Eyelids with yellow granulomas and cough – periocular xanthogranuloma associated with adult-onset asthma. A case study and an overview of clinical forms of juvenile xanthogranuloma and its therapy
Authors:
Z. Adam 1; K. Veselý 2; I. Motyčková 3; P. Szturz 1; R. Koukalová 4; Z. Řehák 4; A. Štouracová 5; J. Vaníček 6; M. Krejčí 1; L. Pour 1; L. Zahradová 1; R. Hájek 1; Z. Král 1; J. Mayer 1
Authors place of work:
Interní hematoonkologická klinika Lékařské fakulty MU a FN Brno, pracoviště Bohunice, přednosta prof. MUDr. Jiří Mayer, CSc.
1; I. patologicko-anatomický ústav Lékařské fakulty MU a FN u sv. Anny Brno, přednostka prof. MUDr. Markéta Hermanová, Ph. D.

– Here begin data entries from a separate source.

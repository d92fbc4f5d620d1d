#!/usr/bin/env python3
"""Writes tests/reference/vi_cases.csv: viscosity index cases computed by the PyPI package
`chemicals` (`chemicals.viscosity.viscosity_index`, inputs in m2/s, ASTM D2270).

The (KV40, KV100) pairs span KV100 2-100 mm2/s and VI about 40-160. Each pair is built by
aiming at a VI on a KV100 and rounding KV40 to two decimals, as a lab reports it; the VI in
the file is then what `chemicals` computes for the rounded pair, not the aim.
KV100 = 70.0 exactly is left out: D2270 uses Table 1 there, `chemicals` switches to the
formulas at 70.0, and the two differ slightly.

Run from the repository root:  python3 tests/reference/make_vi_cases.py
Needs:  pip install chemicals
"""
import math
import pathlib

import chemicals
from chemicals.viscosity import VI_Hs, VI_Ls, VI_nus, viscosity_index
from fluids.numerics import interp

OUT = pathlib.Path(__file__).resolve().parent / "vi_cases.csv"

KV100S = [2.0, 2.35, 3.1, 4.0, 4.45, 5.05, 6.8, 8.86, 10.7, 12.25, 14.3, 16.9, 19.95, 20.0,
          24.7, 29.9, 33.3, 45.0, 55.55, 62.5, 69.95, 72.0, 85.0, 100.0]
AIMS = [40, 55, 70, 85, 95, 100, 105, 120, 135, 150, 160]


def l_h(kv100: float) -> tuple[float, float]:
    if kv100 < 70.0:
        return interp(kv100, VI_nus, VI_Ls), interp(kv100, VI_nus, VI_Hs)
    return (0.8353 * kv100 + 14.67) * kv100 - 216.0, (0.1684 * kv100 + 11.85) * kv100 - 97.0


def kv40_for(kv100: float, aim: float) -> float:
    l, h = l_h(kv100)
    if aim <= 100:
        return l - aim / 100.0 * (l - h)
    n = math.log10((aim - 100.0) * 0.00715 + 1.0)
    return h / kv100 ** n


def main() -> None:
    rows = []
    for i, kv100 in enumerate(KV100S):
        for aim in (AIMS[i % len(AIMS)], AIMS[(i + 5) % len(AIMS)]):
            kv40 = round(kv40_for(kv100, aim), 2)
            vi = viscosity_index(kv40 * 1e-6, kv100 * 1e-6)
            # Python's round() rounds half to even, as D2270 asks. chemicals' own rounding=True
            # is not used: in 1.5.2 it turns a whole number into the one below (95.0 -> 94).
            vi_rounded = round(vi)
            rows.append((kv40, kv100, vi, vi_rounded))
    lines = [
        f"# ASTM D2270 viscosity index by PyPI package chemicals {chemicals.__version__}: "
        "chemicals.viscosity.viscosity_index(kv40*1e-6, kv100*1e-6) (m2/s).",
        "# vi_rounded: Python round() of vi (half to even). "
        "Written by tests/reference/make_vi_cases.py; do not edit by hand.",
        "kv40_cst,kv100_cst,vi,vi_rounded",
    ]
    lines += [f"{a!r},{b!r},{c!r},{d}" for a, b, c, d in rows]
    OUT.write_text("\n".join(lines) + "\n", encoding="utf-8")
    vis = [r[2] for r in rows]
    print(f"wrote {len(rows)} cases to {OUT}; VI {min(vis):.1f}..{max(vis):.1f}")


if __name__ == "__main__":
    main()
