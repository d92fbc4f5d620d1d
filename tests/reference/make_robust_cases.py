#!/usr/bin/env python3
"""Writes tests/reference/robust_cases.json: robust location and spread, and straight-line fits
with their standard errors, computed by numpy, scipy and statsmodels on fixed series, for
sumpbook's physics::stats and health::baseline to be checked against.

- median: numpy.median; scaled MAD: scipy.stats.median_abs_deviation(x, scale="normal")
  (1.4826 * MAD, Hampel's consistency constant for the normal distribution).
- straight line y = a + b*x by ordinary least squares: statsmodels.api.OLS(y, add_constant(x)).fit()
  params (a, b), bse (standard errors of a and b), sqrt(scale) (the residual standard deviation),
  and the standard error of the fitted mean at a chosen x0 (get_prediction(...).se_mean).

Run from the repository root:  python3 tests/reference/make_robust_cases.py
Needs:  pip install numpy scipy statsmodels
"""
import json
import pathlib

import numpy as np
import scipy
import statsmodels
import statsmodels.api as sm
from scipy import stats

OUT = pathlib.Path(__file__).resolve().parent / "robust_cases.json"

# Fixed series: inputs only, not measurements.
ROBUST_SERIES = [
    {"name": "one_gross_reading", "x": [4.02, 3.97, 4.05, 40.1, 3.99, 4.01]},
    {"name": "odd_count", "x": [20.5, 21.3, 19.8, 22.0, 20.9, 21.1, 3.46]},
    {"name": "identical", "x": [12.0, 12.0, 12.0, 12.0]},
    {"name": "two_values", "x": [1.5, 2.5]},
    {"name": "skewed", "x": [0.8, 1.1, 0.9, 1.6, 2.9, 1.0, 1.2, 0.7, 1.3]},
]

# Effective flow (L/min) against p/nu (bar per cSt) of a pump: Q = D - G * p/nu + scatter.
FIT_SERIES = [
    {"name": "two_job_pressures", "x0": 3.0,
     "x": [2.17, 2.21, 3.91, 3.88, 2.19, 3.95, 2.23, 3.86, 2.20, 3.93],
     "y": [39.12, 38.71, 37.64, 37.98, 39.03, 37.40, 38.84, 37.83, 39.31, 37.55]},
    {"name": "seasons_only", "x0": 2.5,
     "x": [1.74, 1.86, 2.02, 2.31, 2.55, 2.79, 3.02, 3.11, 2.96, 2.70, 2.38, 2.05],
     "y": [62.4, 62.1, 62.3, 61.6, 61.9, 61.2, 60.8, 61.3, 61.0, 61.5, 61.7, 62.2]},
    {"name": "no_spread_to_speak_of", "x0": 2.0,
     "x": [2.00, 2.01, 1.99, 2.02, 2.00],
     "y": [45.1, 44.6, 45.3, 44.9, 45.0]},
]


def robust_case(c):
    x = np.asarray(c["x"], float)
    return dict(c, median=float(np.median(x)),
                mad_sigma=float(stats.median_abs_deviation(x, scale="normal")))


def fit_case(c):
    x = np.asarray(c["x"], float)
    y = np.asarray(c["y"], float)
    r = sm.OLS(y, sm.add_constant(x)).fit()
    pred = r.get_prediction(np.array([[1.0, c["x0"]]]))
    return dict(c, intercept=float(r.params[0]), slope=float(r.params[1]),
                intercept_se=float(r.bse[0]), slope_se=float(r.bse[1]),
                residual_sd=float(np.sqrt(r.scale)), se_mean_at_x0=float(pred.se_mean[0]))


def main() -> None:
    doc = {
        "source": f"numpy {np.__version__}, scipy {scipy.__version__}, statsmodels {statsmodels.__version__}; "
                  "written by tests/reference/make_robust_cases.py, do not edit by hand",
        "robust": [robust_case(c) for c in ROBUST_SERIES],
        "fit": [fit_case(c) for c in FIT_SERIES],
    }
    OUT.write_text(json.dumps(doc, indent=1) + "\n")
    print(f"wrote {OUT}")


if __name__ == "__main__":
    main()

2; Oční klinika Lékařské fakulty MU a FN Brno, pracoviště Bohunice, přednostka prof. MUDr. Eva Vlková, CSc.
3; Oddělení nukleární medicíny, centrum PET Masarykova onkologického ústavu Brno, přednosta prim. MUDr. Karol Bolčák
4; Radiologická klinika Lékařské fakulty MU a FN Brno, pracoviště Bohunice, přednosta prof. MUDr. Vlastimil A. Válek, CSc.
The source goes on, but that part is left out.